Designer Michael Menzel won the Kennerspiel des Jahres (Experts’ Game of the Year) back in 2013 for his cooperative game Legends of Andor, where players worked together through a series of scenarios to defend Andor against invaders, with a narrative that unfolds over the course of multiple plays. Menzel has finally returned with his second game, The Adventures of Robin Hood, another story-based game, this time with simpler mechanics and more scenarios, while making use of a very clever system on its board to track and change encounters for the players.

Playing as Robin Hood and up to three of his band—Little John, Maid Marian, or Will Scarlett—the players work together to achieve a different objective in each scenario, with the first one serving as a tutorial for how to play the game. The Adventures of Robin Hood comes with a huge board that has several dozen tiles you will remove and flip when the game tells you to do so, often to mark that you’ve already done whatever was on that tile, whether it’s speaking to someone or examining the area for a clue. The story itself comes in a 200-page book that includes all nine of the game’s scenarios, with pages that include specific text and options for each tile you can visit in each session.

Every time one of your characters reaches one of those tiles, you turn to the page in the book matching the number on the tile, then read the text there for that specific scenario. Some of these will give you an A or B choice, and others may require that a specific character be the one to visit the tile. Since you might only be using two of the four characters—only Robin Hood is required to play after the tutorial, where you use him and Little John—each scenario offers several ways to solve its particular puzzle.

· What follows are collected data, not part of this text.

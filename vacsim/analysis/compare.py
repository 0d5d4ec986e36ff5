"""Side-by-side comparison of rig variants: the same summary figures, the best of each, and the
differences stated in words against the first variant."""

from __future__ import annotations

from dataclasses import dataclass, field

from ..scenario import Scenario, load_scenario

# The figures compared: summary key, row label, which way is better ("low", "high", or None
# for figures that only inform), and how the value is shown ("duration", "pressure", ...).
FIGURES = (
    ("target_pressure_pa", "target pressure", None, "pressure"),
    ("time_to_target_s", "reaches target after", "low", "duration"),
    ("usable_duration_s", "holds target for", "high", "duration"),
    ("min_pressure_pa", "lowest pressure", "low", "pressure"),
    ("ultimate_pressure_start_pa", "ultimate at start (steady)", "low", "pressure"),
    ("final_pressure_pa", "pressure at end", "low", "pressure"),
    ("min_tub_temperature_k", "coldest tub", None, "temperature"),
    ("max_tub_temperature_k", "warmest tub", "low", "temperature"),
    ("final_tub_temperature_k", "tub at end", "low", "temperature"),
    ("ice_gone_s", "last ice gone after", None, "duration"),  # with top-ups: the last melt-out
    ("motive_flow_m3_s", "motive flow", "high", "flow"),
    ("ejector_speed_m3_s", "ejector speed at start", "high", "speed"),
    ("pump_heat_w", "pump heat into tub", "low", "power"),
)
# Values this close (relative) count as a tie.
TIE_RELATIVE = 1e-6
# Differences smaller than these are "about the same".
SAME_DURATION_S = 60.0
SAME_PRESSURE_RELATIVE = 0.02
SAME_TEMPERATURE_K = 0.2


def _rank_value(value, better):
    """A sortable number where smaller is better; a missing value ranks last."""
    if value is None:
        return float("inf")
    return value if better == "low" else -value


def best_of(names: list[str], summaries: list[dict]) -> dict:
    """Per figure with a direction, the name of the best variant (None when all tie).

    A variant that never reaches its target ranks last on time to target.
    """
    best = {}
    for key, _, better, _ in FIGURES:
        if better is None:
            continue
        ranks = [_rank_value(s.get(key), better) for s in summaries]
        finite = [r for r in ranks if r != float("inf")]
        if not finite:
            best[key] = None
            continue
        top = min(ranks)
        tied = [n for n, r in zip(names, ranks) if abs(r - top) <= TIE_RELATIVE * max(abs(top), 1e-300)]
        best[key] = None if len(tied) == len(names) else tied[0]
    return best


def winners(names: list[str], summaries: list[dict]) -> dict:
    """Per figure, every variant that shares the best value (for highlighting a table)."""
    out = {}
    for key, _, better, _ in FIGURES:
        if better is None:
            continue
        ranks = [_rank_value(s.get(key), better) for s in summaries]
        top = min(ranks)
        if top == float("inf"):
            out[key] = []
            continue
        tied = [n for n, r in zip(names, ranks) if abs(r - top) <= TIE_RELATIVE * max(abs(top), 1e-300)]
        out[key] = [] if len(tied) == len(names) else tied
    return out


def duration_words(seconds: float) -> str:
    """A duration [s] in words: '1 h 05 min', '48 min', '3 min 04 s', '40 s'."""
    s = int(round(abs(seconds)))  # whole minutes cut as in units.format_duration, so text and tables agree
    if s >= 3600:
        return f"{s // 3600} h {s % 3600 // 60:02d} min"
    if s >= 600:
        return f"{s // 60} min"
    if s >= 60:
        return f"{s // 60} min {s % 60:02d} s"
    return f"{s} s"


def _p(value_pa, unit):
    from ..units import format_pressure

    return format_pressure(value_pa, unit)


def _t(value_k):
    from ..units import format_temperature

    return format_temperature(value_k)


def differences(names: list[str], summaries: list[dict], unit: str = "mbar") -> list[str]:
    """Each variant against the first, in sentences ("B holds 15 mbar 48 min longer than A")."""
    if len(names) < 2:
        return []
    a_name, a = names[0], summaries[0]
    lines = []
    for b_name, b in zip(names[1:], summaries[1:]):
        lines += _pair(a_name, a, b_name, b, unit)
    return lines


def _pair(a_name, a, b_name, b, unit) -> list[str]:
    out = []
    ta, tb = a["target_pressure_pa"], b["target_pressure_pa"]
    same_target = ta is not None and tb is not None and abs(ta - tb) <= 1e-6 * ta
    # holding the target
    if ta is not None and tb is not None:
        ha, hb = a["usable_duration_s"], b["usable_duration_s"]
        reached_a, reached_b = a["usable_start_s"] is not None, b["usable_start_s"] is not None
        what_b = _p(tb, unit) if same_target else f"its {_p(tb, unit)} target"
        what_a = "" if same_target else f" holds its {_p(ta, unit)} target"
        if not reached_a and not reached_b:
            out.append(f"Neither {a_name} nor {b_name} reaches {'the ' + _p(ta, unit) if same_target else 'its'} target.")
        elif not reached_b:
            out.append(f"{b_name} never reaches {what_b}; {a_name} holds {'it' if same_target else 'its ' + _p(ta, unit) + ' target'} for {duration_words(ha)}.")
        elif not reached_a:
            out.append(f"{b_name} holds {what_b} for {duration_words(hb)}; {a_name} never reaches {'it' if same_target else 'its ' + _p(ta, unit) + ' target'}.")
        elif abs(hb - ha) < SAME_DURATION_S:
            held = _p(tb, unit) if same_target else "their targets"
            out.append(f"{b_name} and {a_name} hold {held} about equally long ({duration_words(hb)}).")
        else:
            word = "longer" if hb > ha else "shorter"
            out.append(f"{b_name} holds {what_b} {duration_words(hb - ha)} {word} than {a_name}{what_a} ({duration_words(hb)} against {duration_words(ha)}).")
        # reaching it
        ra, rb = a["time_to_target_s"], b["time_to_target_s"]
        if ra is not None and rb is not None and abs(rb - ra) >= 1.0:
            word = "sooner" if rb < ra else "later"
            out.append(f"{b_name} reaches {what_b} {duration_words(rb - ra)} {word} than {a_name} ({duration_words(rb)} against {duration_words(ra)}).")
    # lowest pressure
    pa, pb = a["min_pressure_pa"], b["min_pressure_pa"]
    if abs(pb - pa) > SAME_PRESSURE_RELATIVE * min(pa, pb):
        word = "lower" if pb < pa else "higher"
        out.append(f"{b_name}'s lowest pressure is {_p(abs(pb - pa), unit)} {word} than {a_name}'s ({_p(pb, unit)} against {_p(pa, unit)}).")
    else:
        out.append(f"{b_name} and {a_name} bottom out at about the same pressure ({_p(pb, unit)} and {_p(pa, unit)}).")
    # the end of the run
    ea, eb = a["final_pressure_pa"], b["final_pressure_pa"]
    if abs(eb - ea) > SAME_PRESSURE_RELATIVE * min(ea, eb):
        word = "better" if eb < ea else "worse"
        out.append(f"At the end of the run {b_name} is at {_p(eb, unit)}, {word} than {a_name} at {_p(ea, unit)}.")
    fa, fb = a["final_tub_temperature_k"], b["final_tub_temperature_k"]
    if abs(fb - fa) >= SAME_TEMPERATURE_K:
        word = "colder" if fb < fa else "warmer"
        out.append(f"{b_name}'s tub ends {abs(fb - fa):.1f} K {word} than {a_name}'s ({_t(fb)} against {_t(fa)}).")
    return out


def _simulate_variant(scenario: Scenario):
    """Worker task: one variant's run."""
    from ..simulation import simulate

    return simulate(scenario)


def variant_names(scenarios: list[Scenario]) -> list[str]:
    """The scenarios' names, made unique ('name', 'name#2') when two share one."""
    seen: dict[str, int] = {}
    out = []
    for s in scenarios:
        seen[s.name] = seen.get(s.name, 0) + 1
        out.append(s.name if seen[s.name] == 1 else f"{s.name}#{seen[s.name]}")
    return out


@dataclass
class Comparison:
    """The compared variants' runs and what they show (SI units)."""

    names: list[str]
    sources: list[str]
    results: list = field(default_factory=list)  # RunResult per variant
    best: dict = field(default_factory=dict)
    winners: dict = field(default_factory=dict)
    differences: list = field(default_factory=list)

    @property
    def summaries(self) -> list[dict]:
        return [r.summary for r in self.results]

    def to_json(self) -> dict:
        variants = []
        for name, source, summary in zip(self.names, self.sources, self.summaries):
            variants.append({"variant": name, "source": source, **summary})
        return {
            "variants": variants,
            "best": self.best,
            "differences": self.differences,
            "figures": [{"key": k, "label": label, "better": better} for k, label, better, _ in FIGURES],
        }


def compare(
    paths, hold: float | None = None, executor=None, jobs: int | None = None, progress: bool | None = False, unit: str = "mbar"
) -> Comparison:
    """Simulate two or more scenario files and compare them.

    Parameters
    ----------
    paths : list of str or Path
        Scenario files; the first is the reference the differences are stated against.
    hold : float, optional
        Compare against this target pressure [Pa] instead of each file's own target.
    executor, jobs, progress
        As for vacsim.analysis.executor.run_many.
    unit : str
        Pressure unit the sentences use.

    Returns
    -------
    Comparison
    """
    from ..errors import InputError
    from ..scenario import source_of
    from .executor import run_many

    paths = list(paths)
    if len(paths) < 2:
        raise InputError("compare: give two or more scenario files")
    scenarios = [load_scenario(p) for p in paths]
    if hold is not None:
        from .ice_budget import with_target

        scenarios = [with_target(s, hold) for s in scenarios]
    names = variant_names(scenarios)
    results = list(run_many(_simulate_variant, scenarios, executor=executor, jobs=jobs, progress=progress, label="compare"))
    summaries = [r.summary for r in results]
    return Comparison(
        names=names,
        sources=[source_of(s) for s in scenarios],
        results=results,
        best=best_of(names, summaries),
        winners=winners(names, summaries),
        differences=differences(names, summaries, unit),
    )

The game also has a novel system of movement that dictates how far you can move on a turn. Each player gets five tokens showing their character, two standing tokens, two short movement tokens, and one long movement token. You line up your movement tokens end to end on each turn to see how far you may move, finishing with your second standing token; as long as that is touching a tile with a question mark or a figure on it, you can examine that tile or engage in that encounter. If you choose not to use your long movement token on a turn, you can add one white ‘strength’ cube to the bag to improve your odds in future combat.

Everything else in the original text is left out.